» EXERCISE DATA
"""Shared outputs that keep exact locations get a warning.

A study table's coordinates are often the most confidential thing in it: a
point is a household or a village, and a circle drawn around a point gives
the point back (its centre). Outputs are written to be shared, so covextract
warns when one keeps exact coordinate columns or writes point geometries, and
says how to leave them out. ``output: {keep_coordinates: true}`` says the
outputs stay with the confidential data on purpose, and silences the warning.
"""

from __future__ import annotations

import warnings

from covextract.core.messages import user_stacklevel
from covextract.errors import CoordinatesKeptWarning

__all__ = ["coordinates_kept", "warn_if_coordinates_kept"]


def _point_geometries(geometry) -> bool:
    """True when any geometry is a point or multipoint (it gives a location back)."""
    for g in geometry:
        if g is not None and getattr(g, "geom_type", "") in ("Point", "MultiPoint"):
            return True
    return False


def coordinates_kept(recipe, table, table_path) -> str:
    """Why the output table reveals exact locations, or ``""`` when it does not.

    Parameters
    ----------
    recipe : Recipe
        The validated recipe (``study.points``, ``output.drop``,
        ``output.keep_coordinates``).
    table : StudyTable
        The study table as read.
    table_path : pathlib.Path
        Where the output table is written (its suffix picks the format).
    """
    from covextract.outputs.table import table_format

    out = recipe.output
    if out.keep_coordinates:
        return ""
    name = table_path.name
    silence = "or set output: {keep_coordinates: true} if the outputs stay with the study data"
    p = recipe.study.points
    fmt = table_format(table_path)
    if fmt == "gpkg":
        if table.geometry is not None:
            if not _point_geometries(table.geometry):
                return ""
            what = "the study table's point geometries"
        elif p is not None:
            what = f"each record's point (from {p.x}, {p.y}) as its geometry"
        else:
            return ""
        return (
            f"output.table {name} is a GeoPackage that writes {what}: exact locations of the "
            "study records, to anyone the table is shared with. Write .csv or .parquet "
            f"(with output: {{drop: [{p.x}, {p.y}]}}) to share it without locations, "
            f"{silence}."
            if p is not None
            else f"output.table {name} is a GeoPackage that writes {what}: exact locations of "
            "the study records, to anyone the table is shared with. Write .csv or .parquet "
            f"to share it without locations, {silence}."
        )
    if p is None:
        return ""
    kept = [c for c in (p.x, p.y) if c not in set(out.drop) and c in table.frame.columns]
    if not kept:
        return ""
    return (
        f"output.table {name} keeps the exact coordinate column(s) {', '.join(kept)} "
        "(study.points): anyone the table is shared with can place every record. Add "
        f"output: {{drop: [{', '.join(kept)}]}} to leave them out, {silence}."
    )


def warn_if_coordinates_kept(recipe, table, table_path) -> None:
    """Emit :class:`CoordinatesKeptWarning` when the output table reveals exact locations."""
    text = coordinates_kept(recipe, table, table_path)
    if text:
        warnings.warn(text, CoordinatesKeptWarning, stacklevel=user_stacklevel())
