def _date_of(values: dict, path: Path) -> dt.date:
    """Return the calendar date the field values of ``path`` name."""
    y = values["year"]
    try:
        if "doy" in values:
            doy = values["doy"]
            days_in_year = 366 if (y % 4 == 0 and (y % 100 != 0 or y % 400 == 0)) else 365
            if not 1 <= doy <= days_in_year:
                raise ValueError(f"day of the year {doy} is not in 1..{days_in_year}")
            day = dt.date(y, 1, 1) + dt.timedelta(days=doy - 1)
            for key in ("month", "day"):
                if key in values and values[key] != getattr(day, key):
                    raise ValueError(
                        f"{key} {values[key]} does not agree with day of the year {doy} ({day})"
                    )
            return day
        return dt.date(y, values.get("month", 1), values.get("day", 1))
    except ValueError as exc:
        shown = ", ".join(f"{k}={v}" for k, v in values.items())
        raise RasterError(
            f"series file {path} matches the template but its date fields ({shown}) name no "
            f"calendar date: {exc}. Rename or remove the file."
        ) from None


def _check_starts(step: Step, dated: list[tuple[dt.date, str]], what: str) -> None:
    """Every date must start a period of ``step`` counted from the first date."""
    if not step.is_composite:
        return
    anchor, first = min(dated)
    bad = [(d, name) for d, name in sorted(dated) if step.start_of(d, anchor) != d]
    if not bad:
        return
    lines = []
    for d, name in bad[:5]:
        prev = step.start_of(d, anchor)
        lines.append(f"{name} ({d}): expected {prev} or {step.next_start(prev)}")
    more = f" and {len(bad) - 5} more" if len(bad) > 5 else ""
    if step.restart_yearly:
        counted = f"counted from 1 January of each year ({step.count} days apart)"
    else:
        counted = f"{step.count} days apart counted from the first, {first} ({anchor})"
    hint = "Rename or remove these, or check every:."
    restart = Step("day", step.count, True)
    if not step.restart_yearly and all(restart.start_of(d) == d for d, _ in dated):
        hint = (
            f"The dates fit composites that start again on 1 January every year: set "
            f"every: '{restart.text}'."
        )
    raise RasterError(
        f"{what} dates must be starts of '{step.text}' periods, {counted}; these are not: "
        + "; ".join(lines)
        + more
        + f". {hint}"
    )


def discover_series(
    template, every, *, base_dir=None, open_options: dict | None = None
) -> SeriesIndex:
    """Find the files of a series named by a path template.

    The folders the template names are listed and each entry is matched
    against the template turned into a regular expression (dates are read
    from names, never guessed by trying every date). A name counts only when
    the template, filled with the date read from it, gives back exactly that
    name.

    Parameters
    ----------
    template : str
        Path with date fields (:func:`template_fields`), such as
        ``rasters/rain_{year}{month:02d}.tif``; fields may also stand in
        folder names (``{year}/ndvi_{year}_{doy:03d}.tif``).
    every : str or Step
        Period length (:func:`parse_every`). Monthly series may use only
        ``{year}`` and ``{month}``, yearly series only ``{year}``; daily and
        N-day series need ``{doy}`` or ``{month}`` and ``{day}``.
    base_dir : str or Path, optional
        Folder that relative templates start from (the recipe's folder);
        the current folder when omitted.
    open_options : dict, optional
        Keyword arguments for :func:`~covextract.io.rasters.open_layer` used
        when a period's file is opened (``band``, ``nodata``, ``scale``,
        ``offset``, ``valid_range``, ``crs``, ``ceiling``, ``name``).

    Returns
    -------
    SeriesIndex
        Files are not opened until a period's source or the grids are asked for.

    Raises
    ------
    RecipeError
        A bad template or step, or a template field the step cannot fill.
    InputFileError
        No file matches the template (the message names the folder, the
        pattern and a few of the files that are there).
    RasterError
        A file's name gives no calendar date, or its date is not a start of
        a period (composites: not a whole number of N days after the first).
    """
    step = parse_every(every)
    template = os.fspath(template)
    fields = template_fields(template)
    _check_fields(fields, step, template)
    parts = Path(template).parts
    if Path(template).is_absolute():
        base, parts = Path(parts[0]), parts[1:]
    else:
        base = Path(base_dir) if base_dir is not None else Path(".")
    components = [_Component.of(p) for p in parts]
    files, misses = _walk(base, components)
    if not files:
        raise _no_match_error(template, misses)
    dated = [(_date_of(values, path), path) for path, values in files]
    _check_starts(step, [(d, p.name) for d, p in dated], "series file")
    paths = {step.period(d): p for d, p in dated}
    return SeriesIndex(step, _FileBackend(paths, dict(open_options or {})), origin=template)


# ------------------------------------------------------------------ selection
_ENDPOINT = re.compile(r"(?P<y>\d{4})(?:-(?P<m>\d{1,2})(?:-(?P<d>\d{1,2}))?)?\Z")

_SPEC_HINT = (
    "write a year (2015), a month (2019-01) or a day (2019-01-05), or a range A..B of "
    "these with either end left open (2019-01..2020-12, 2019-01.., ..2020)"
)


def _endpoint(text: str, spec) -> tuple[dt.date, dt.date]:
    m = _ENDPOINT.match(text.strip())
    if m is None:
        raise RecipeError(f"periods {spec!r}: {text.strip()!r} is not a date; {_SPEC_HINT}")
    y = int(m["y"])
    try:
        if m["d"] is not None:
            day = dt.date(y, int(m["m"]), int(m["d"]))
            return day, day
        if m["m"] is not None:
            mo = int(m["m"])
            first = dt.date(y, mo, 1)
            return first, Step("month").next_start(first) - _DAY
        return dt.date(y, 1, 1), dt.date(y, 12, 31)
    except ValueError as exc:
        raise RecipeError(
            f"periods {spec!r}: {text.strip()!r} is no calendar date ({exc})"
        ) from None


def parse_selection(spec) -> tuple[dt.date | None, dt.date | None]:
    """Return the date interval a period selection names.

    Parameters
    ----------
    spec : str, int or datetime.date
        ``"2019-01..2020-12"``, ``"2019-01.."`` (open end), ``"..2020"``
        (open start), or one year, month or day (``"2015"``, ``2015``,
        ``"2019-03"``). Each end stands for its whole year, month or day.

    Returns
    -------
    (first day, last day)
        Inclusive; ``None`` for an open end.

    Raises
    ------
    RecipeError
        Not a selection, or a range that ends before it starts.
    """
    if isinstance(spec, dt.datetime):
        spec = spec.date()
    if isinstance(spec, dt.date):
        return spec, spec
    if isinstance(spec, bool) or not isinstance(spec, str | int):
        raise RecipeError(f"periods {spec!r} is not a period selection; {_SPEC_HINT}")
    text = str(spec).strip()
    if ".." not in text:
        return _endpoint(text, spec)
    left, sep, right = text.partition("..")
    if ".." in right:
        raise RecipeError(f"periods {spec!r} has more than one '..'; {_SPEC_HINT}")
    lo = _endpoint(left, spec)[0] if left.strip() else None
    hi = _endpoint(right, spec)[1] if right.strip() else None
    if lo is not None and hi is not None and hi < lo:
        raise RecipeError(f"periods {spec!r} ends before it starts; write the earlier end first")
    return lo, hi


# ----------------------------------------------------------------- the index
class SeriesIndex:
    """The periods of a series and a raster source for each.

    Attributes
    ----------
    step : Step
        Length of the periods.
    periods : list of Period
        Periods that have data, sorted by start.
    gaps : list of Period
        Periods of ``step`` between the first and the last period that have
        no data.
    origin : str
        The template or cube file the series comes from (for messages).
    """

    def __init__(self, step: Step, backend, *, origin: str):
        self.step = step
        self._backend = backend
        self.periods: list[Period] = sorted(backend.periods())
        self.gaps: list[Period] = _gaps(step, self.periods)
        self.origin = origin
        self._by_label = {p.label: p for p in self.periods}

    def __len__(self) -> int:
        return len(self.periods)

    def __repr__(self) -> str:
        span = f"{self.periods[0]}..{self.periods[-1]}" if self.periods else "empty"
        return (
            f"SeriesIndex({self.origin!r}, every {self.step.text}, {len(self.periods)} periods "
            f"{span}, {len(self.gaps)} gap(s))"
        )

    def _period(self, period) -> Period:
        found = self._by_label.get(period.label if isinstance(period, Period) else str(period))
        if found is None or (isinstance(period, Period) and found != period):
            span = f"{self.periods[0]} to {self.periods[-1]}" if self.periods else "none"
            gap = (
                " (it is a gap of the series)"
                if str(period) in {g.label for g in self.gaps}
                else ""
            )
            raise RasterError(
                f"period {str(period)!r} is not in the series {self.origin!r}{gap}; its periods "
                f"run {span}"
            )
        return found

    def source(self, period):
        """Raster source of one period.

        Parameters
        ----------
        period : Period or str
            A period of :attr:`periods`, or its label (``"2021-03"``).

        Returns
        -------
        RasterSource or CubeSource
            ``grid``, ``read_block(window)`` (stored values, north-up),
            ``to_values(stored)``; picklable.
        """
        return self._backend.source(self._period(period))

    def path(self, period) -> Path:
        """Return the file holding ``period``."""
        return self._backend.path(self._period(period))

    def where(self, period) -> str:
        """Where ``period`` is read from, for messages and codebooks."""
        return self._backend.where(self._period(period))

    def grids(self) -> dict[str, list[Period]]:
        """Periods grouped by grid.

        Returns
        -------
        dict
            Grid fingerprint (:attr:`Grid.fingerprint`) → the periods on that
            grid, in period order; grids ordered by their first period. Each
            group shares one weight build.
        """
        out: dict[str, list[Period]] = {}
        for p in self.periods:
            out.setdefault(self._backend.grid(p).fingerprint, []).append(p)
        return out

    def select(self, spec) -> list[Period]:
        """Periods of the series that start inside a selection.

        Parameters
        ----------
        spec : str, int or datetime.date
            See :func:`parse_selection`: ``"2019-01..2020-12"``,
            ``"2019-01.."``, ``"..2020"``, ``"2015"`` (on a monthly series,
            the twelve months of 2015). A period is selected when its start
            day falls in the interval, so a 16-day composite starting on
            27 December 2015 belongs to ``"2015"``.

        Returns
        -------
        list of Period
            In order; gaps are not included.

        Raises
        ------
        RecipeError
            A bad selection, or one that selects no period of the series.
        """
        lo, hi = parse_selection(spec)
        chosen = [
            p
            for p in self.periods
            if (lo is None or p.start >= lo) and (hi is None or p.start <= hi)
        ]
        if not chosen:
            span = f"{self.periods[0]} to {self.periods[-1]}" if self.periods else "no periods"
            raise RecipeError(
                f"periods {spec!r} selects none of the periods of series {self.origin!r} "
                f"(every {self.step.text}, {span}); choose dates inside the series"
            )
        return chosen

» EXERCISE REQUIREMENTS
Starting with the first line of the listing, output each line exactly until you have included the one containing "name = table_path.name".

» RESPONSE AREA
"""Shared outputs that keep exact locations get a warning.

A study table's coordinates are often the most confidential thing in it: a
point is a household or a village, and a circle drawn around a point gives
the point back (its centre). Outputs are written to be shared, so covextract
warns when one keeps exact coordinate columns or writes point geometries, and
says how to leave them out. ``output: {keep_coordinates: true}`` says the
outputs stay with the confidential data on purpose, and silences the warning.
"""

from __future__ import annotations

import warnings

from covextract.core.messages import user_stacklevel
from covextract.errors import CoordinatesKeptWarning

__all__ = ["coordinates_kept", "warn_if_coordinates_kept"]


def _point_geometries(geometry) -> bool:
    """True when any geometry is a point or multipoint (it gives a location back)."""
    for g in geometry:
        if g is not None and getattr(g, "geom_type", "") in ("Point", "MultiPoint"):
            return True
    return False


def coordinates_kept(recipe, table, table_path) -> str:
    """Why the output table reveals exact locations, or ``""`` when it does not.

    Parameters
    ----------
    recipe : Recipe
        The validated recipe (``study.points``, ``output.drop``,
        ``output.keep_coordinates``).
    table : StudyTable
        The study table as read.
    table_path : pathlib.Path
        Where the output table is written (its suffix picks the format).
    """
    from covextract.outputs.table import table_format

    out = recipe.output
    if out.keep_coordinates:
        return ""
    name = table_path.name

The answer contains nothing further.